El 12 de marzo, luego de 45 años de ministerio sacerdotal, fue llamado a la casa del Padre, Mons. Francisco Casillas Navarro, Rector del Templo Expiatorio y Coordinador Diocesano de la Adoración Nocturna. “Debemos reconocer la entrega y capacidad de Mons. Francisco para encabezar actividades y proyectos”, señaló el Cardenal Francisco Robles Ortega.

Pbro. Armando González Escoto

La Santa Sede le concedió el título de “monseñor”, pero el padre Francisco Casillas Navarro (11/12/1942 – 12/03/2021) rara vez usó la sotana morada propia de dicha dignidad, la cual permanecía colgada, bajo una cota, en los armarios del templo Expiatorio, su último destino.

Fue alumno de la Universidad del Valle de Atemajac, donde obtuvo la licenciatura en psicología, cuando pasaba ya de los cincuenta años, estudios que no le fueron difíciles ya que toda su vida fue un lector constante.

Varias generaciones de sacerdotes lo recuerdan porque fue formador del Seminario, tanto en la etapa de Secundaria, en San Martín, como en la etapa de Preparatoria, en el Seminario Menor, sea como prefecto sea como maestro, maestro de inglés, lengua que manejaba bastante bien, lo cual le granjeó el apodo de “Mister Frank”.

Sus grandes proyectos

Como capellán y después como párroco, se dio a la tarea de construir tres iglesias con sus respectivas casas parroquiales en zonas marginales, y estaba ya construyendo la cuarta cuya terminación no alcanzó a ver. En todas se haya buena parte de su patrimonio personal, que con discreción y prodigalidad vertió en favor de la Iglesia.

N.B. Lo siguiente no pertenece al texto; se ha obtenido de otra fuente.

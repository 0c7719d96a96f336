import type { z } from "zod";
import type { DutyFilter, DutyItem, DutyKind, DutyPage } from "../../shared/schemas/duty";
import { decodeCursor, pageFrom } from "../lib/cursor";
import { rows } from "../lib/db";
import { canBeLate } from "../lib/overdue";
import { type Actor, visible } from "../lib/policy";
import {
  findingPolicy,
  fitPolicy,
  letterPolicy,
  programmePolicy,
  surveyPolicy,
  workerPolicy,
} from "../policies";
import { fitDues } from "./fit-dues";
import { TRAINING_DUTIES, trainingDues } from "./training";

/**
 * What is due, kind by kind, each as a query of (id, site_id, due_on, worker_id, what, target_id, finding_kind,
 * criterion): what the actor may see of it, in one statement for all.
 *
 * - finding: open ones with a date.
 * - measure: planned and not done, of an open finding.
 * - notice: letters of results that have not reached their worker.
 * - monitoring: after a change, while a level from before it is in force; at once, for no text gives a term.
 * - calibration, fit-test, cushions: by the dates that the instruments, the site's policy and the models state.
 * - training: by the rule set in force (shared/rule-sets/duties.ts).
 */
const sources: Readonly<Record<DutyKind, (actor: Actor) => string>> = {
  finding: (actor) => `
    SELECT f.id::text AS id, f.site_id, f.due_on, f.worker_id, coalesce(j.name, i.name) AS what, f.id AS target_id, f.kind AS finding_kind, f.criterion
    FROM findings f LEFT JOIN jobs j ON j.id = f.job_id LEFT JOIN instruments i ON i.id = f.instrument_id
    WHERE ${canBeLate("f")} AND f.due_on IS NOT NULL AND f.kind NOT IN ('instrument', 'fit-due')
      AND ${visible(findingPolicy, actor, "f")}`,
  measure: (actor) => `
    SELECT m.id::text, f.site_id, m.planned_on, f.worker_id, m.what, f.id, f.kind, f.criterion
    FROM finding_measures m JOIN findings f ON f.id = m.finding_id
    WHERE m.done_on IS NULL AND m.struck_reason IS NULL AND m.planned_on IS NOT NULL AND f.state <> 'closed'
      AND ${visible(findingPolicy, actor, "f")}`,
  notice: (actor) => `
    SELECT l.id::text, l.site_id, l.due_on, l.worker_id, NULL, l.id, NULL, NULL
    FROM result_letters l LEFT JOIN notices n ON n.id = l.notice_id
    WHERE n.state IS DISTINCT FROM 'sent' AND NOT EXISTS (SELECT 1 FROM notice_acknowledgements a WHERE a.letter_id = l.id)
      AND NOT EXISTS (SELECT 1 FROM result_letters x WHERE x.replaces_id = l.id) AND ${visible(letterPolicy, actor, "l")}`,
  monitoring: (actor) => `
    SELECT c.id::text, c.site_id, c.happened_on, NULL::uuid, c.what, c.id, NULL, NULL
    FROM workplace_changes c WHERE c.struck_reason IS NULL AND ${visible(surveyPolicy, actor, "c")} AND EXISTS (
      SELECT 1 FROM tasks t WHERE (t.id = c.task_id OR t.area_id = c.area_id
          OR EXISTS (SELECT 1 FROM job_tasks k WHERE k.job_id = c.job_id AND k.task_id = t.id))
        AND (SELECT max(v.effective_from) FROM task_levels v WHERE v.task_id = t.id) < c.happened_on)`,
  calibration: (actor) => `
    SELECT i.id::text, i.site_id, i.calibration_due_on, NULL::uuid, i.name, i.id, NULL, NULL
    FROM instruments i WHERE NOT i.is_archived AND i.calibration_due_on IS NOT NULL AND ${visible(programmePolicy, actor, "i")}`,
  "fit-test": (actor) => `
    SELECT concat(q.worker_id, ' ', q.model_id), q.site_id, q.due_on, q.worker_id, q.protector, q.worker_id, NULL, NULL
    FROM (${fitDues("TRUE")}) q JOIN workers w ON w.id = q.worker_id WHERE q.due_on IS NOT NULL AND ${visible(workerPolicy, actor, "w")}`,
  cushions: (actor) => `
    SELECT concat(i.id, ' ', part.name), i.site_id, last.on_date + part.every_days, i.worker_id, p.name, i.worker_id, NULL, NULL
    FROM protector_issues i JOIN workers w ON w.id = i.worker_id JOIN protector_models p ON p.id = i.model_id
    JOIN LATERAL (SELECT r.data FROM protector_model_revisions r WHERE r.model_id = i.model_id AND r.effective_from <= current_date
      ORDER BY r.effective_from DESC, r.number DESC LIMIT 1) d ON TRUE
    CROSS JOIN LATERAL (VALUES ('cushions', (d.data->>'cushionsEveryDays')::int), ('tips', (d.data->>'tipsEveryDays')::int)) part(name, every_days)
    CROSS JOIN LATERAL (SELECT coalesce(max(m.moved_on), i.issued_on) AS on_date FROM stock_moves m
      WHERE m.issue_id = i.id AND m.part = part.name AND m.kind = 'changed') last
    WHERE i.ended_on IS NULL AND part.every_days IS NOT NULL AND (w.left_on IS NULL OR w.left_on >= current_date) AND ${visible(fitPolicy, actor, "i")}`,
  training: (actor) => `
    SELECT q."workerId"::text, q."siteId", q."dueOn"::date, q."workerId", NULL, q."workerId", NULL, NULL
    FROM (${trainingDues(visible(workerPolicy, actor, "w"))}) q`,
};

export interface DutyCount {
  kind: DutyKind;
  /** Some of it is about somebody. */
  isPersonal: boolean;
  total: number;
  overdue: number;
  soon: number;
  later: number;
}

/** Days in which something is due soon. */
const SOON_DAYS = 30;

/** People for whom something is due at a site, each by the first of it, and what is due for nobody, kind by kind. */
export const countDuties = (actor: Actor, siteId: string): Promise<DutyCount[]> =>
  rows<DutyCount>(
    `WITH x AS (${(Object.keys(sources) as DutyKind[])
      .map(
        (kind) =>
          `SELECT '${kind}' AS kind, q.site_id, q.due_on, q.worker_id, q.id
           FROM (${sources[kind](actor)}) q (id, site_id, due_on, worker_id, what, target_id, finding_kind, criterion)`,
      )
      .join(" UNION ALL ")}),
     first AS (SELECT kind, bool_or(worker_id IS NOT NULL) AS is_personal, min(due_on) AS due_on FROM x
       WHERE site_id = :siteId GROUP BY kind, coalesce(worker_id::text, id))
     SELECT f.kind, bool_or(f.is_personal) AS "isPersonal", count(*)::int AS total, count(*) FILTER (WHERE f.due_on < t.date)::int AS overdue,
       count(*) FILTER (WHERE f.due_on BETWEEN t.date AND t.date + ${SOON_DAYS})::int AS soon,
       count(*) FILTER (WHERE f.due_on > t.date + ${SOON_DAYS})::int AS later
     FROM first f CROSS JOIN (SELECT (now() AT TIME ZONE s.time_zone)::date AS date FROM sites s WHERE s.id = :siteId) t GROUP BY f.kind`,
    { siteId, duties: TRAINING_DUTIES },
  );

type Found = Omit<DutyItem, "worker"> & { workerId: string | null; workerName: string | null };

/** What is due, worst first: the longest overdue, then the soonest. */
export async function listDuties(
  actor: Actor,
  filter: z.output<typeof DutyFilter>,
): Promise<z.input<typeof DutyPage>> {
  const cursor = decodeCursor(filter.cursor, 2);
  const kinds = filter.kind ? [filter.kind] : (Object.keys(sources) as DutyKind[]);
  const conditions = [
    "TRUE",
    filter.siteId && "x.site_id = :siteId",
    filter.from && "x.due_on >= :from",
    filter.to && "x.due_on <= :to",
    cursor && "(x.due_on, x.key) > (CAST(:afterDate AS date), :afterKey)",
  ].filter(Boolean);
  const found = await rows<Found>(
    `WITH x AS (${kinds
      .map(
        (kind) =>
          `SELECT '${kind}' AS kind, '${kind} ' || q.id AS key, q.site_id, q.due_on, q.worker_id, q.what, q.target_id, q.finding_kind, q.criterion
           FROM (${sources[kind](actor)}) q (id, site_id, due_on, worker_id, what, target_id, finding_kind, criterion)`,
      )
      .join(" UNION ALL ")})
     SELECT x.key, x.kind, x.site_id AS "siteId", s.name AS "siteName", x.due_on::text AS "dueOn",
       x.due_on < (now() AT TIME ZONE s.time_zone)::date AS "isOverdue", w.id AS "workerId", w.name AS "workerName", x.what, x.target_id AS "targetId",
       x.finding_kind AS "findingKind", x.criterion,
       (SELECT g.governing_rule_set FROM site_settings g WHERE g.site_id = s.id AND g.effective_from <= (now() AT TIME ZONE s.time_zone)::date
        ORDER BY g.effective_from DESC, g.number DESC LIMIT 1) AS "ruleSetKey"
     FROM x JOIN sites s ON s.id = x.site_id LEFT JOIN workers w ON w.id = x.worker_id
     WHERE ${conditions.join(" AND ")} ORDER BY x.due_on, x.key LIMIT :limit`,
    {
      duties: TRAINING_DUTIES,
      siteId: filter.siteId,
      from: filter.from,
      to: filter.to,
      afterDate: cursor?.[0] ?? null,
      afterKey: cursor?.[1] ?? null,
      limit: filter.limit + 1,
    },
  );
  return pageFrom(
    found.map(({ workerId, workerName, ...item }) => ({
      ...item,
      worker: workerId === null ? null : { id: workerId, name: workerName ?? "" },
    })),
    filter.limit,
    ({ dueOn, key }) => [dueOn, key],
  );
}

Si, en efecto, la generosidad fue una de sus grandes y constantes cualidades; en realidad siempre fue poco lo que reservaba para sí, y mucho lo que daba a los demás, incluidos los sacerdotes, los que trabajaban con él, pero también a párrocos que estaban al frente de comunidades de escasos recursos, y de por sí, a cuanto hermano sacerdote acudiera en busca de su apoyo.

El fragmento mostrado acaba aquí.